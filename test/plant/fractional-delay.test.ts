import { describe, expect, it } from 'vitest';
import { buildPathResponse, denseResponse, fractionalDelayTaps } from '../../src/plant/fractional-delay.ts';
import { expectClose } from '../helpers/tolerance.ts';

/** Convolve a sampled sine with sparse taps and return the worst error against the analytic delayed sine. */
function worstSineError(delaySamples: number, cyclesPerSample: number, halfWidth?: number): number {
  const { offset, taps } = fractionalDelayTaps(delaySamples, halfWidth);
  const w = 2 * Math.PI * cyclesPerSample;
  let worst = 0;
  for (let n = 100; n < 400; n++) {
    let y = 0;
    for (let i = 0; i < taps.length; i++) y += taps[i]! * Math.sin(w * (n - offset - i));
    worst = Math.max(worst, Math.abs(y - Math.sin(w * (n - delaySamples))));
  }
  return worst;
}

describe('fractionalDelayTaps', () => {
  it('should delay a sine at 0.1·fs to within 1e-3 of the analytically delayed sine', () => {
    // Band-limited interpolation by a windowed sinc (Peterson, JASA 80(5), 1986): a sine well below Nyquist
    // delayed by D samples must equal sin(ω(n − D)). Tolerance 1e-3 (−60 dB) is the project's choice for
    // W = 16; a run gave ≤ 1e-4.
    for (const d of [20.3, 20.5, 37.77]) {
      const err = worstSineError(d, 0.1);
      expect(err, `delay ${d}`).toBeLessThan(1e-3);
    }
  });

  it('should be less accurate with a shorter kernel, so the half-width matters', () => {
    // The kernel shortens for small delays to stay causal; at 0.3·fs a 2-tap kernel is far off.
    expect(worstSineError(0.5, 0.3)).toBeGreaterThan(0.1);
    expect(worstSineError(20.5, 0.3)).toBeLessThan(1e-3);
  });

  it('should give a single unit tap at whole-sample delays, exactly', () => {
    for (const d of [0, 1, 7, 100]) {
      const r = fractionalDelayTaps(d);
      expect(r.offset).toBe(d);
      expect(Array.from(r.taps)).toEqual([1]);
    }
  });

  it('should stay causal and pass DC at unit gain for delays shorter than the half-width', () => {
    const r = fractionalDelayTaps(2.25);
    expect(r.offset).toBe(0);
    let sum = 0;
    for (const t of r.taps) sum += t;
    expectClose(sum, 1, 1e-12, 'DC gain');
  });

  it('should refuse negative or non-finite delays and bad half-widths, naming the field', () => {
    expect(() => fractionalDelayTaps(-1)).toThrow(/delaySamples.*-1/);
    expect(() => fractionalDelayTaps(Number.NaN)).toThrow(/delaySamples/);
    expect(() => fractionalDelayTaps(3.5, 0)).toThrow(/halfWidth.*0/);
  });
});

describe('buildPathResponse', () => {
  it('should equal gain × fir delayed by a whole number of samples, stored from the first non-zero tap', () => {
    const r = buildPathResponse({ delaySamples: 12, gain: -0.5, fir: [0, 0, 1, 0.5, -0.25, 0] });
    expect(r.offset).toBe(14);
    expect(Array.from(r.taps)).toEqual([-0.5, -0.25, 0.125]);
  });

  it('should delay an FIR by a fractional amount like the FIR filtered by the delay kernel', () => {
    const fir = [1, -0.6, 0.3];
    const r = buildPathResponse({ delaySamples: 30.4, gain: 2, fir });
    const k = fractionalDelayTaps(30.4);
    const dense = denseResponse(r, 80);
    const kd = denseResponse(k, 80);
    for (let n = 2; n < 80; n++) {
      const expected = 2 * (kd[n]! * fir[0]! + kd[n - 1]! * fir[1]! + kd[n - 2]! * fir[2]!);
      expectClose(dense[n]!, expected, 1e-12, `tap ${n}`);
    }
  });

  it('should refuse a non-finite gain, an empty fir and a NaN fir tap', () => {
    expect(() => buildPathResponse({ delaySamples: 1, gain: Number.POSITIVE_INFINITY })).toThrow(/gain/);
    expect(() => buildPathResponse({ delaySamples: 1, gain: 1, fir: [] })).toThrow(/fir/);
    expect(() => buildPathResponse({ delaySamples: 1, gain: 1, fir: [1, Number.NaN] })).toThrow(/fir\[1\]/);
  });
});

········

=== Task brief ===
If a line in the entries above contains the word "fractionalDelayTaps", copy it.

=== Solution for this problem ===
import { buildPathResponse, denseResponse, fractionalDelayTaps } from '../../src/plant/fractional-delay.ts';
  const { offset, taps } = fractionalDelayTaps(delaySamples, halfWidth);
describe('fractionalDelayTaps', () => {
      const r = fractionalDelayTaps(d);
    const r = fractionalDelayTaps(2.25);
    expect(() => fractionalDelayTaps(-1)).toThrow(/delaySamples.*-1/);
    expect(() => fractionalDelayTaps(Number.NaN)).toThrow(/delaySamples/);
    expect(() => fractionalDelayTaps(3.5, 0)).toThrow(/halfWidth.*0/);
    const k = fractionalDelayTaps(30.4);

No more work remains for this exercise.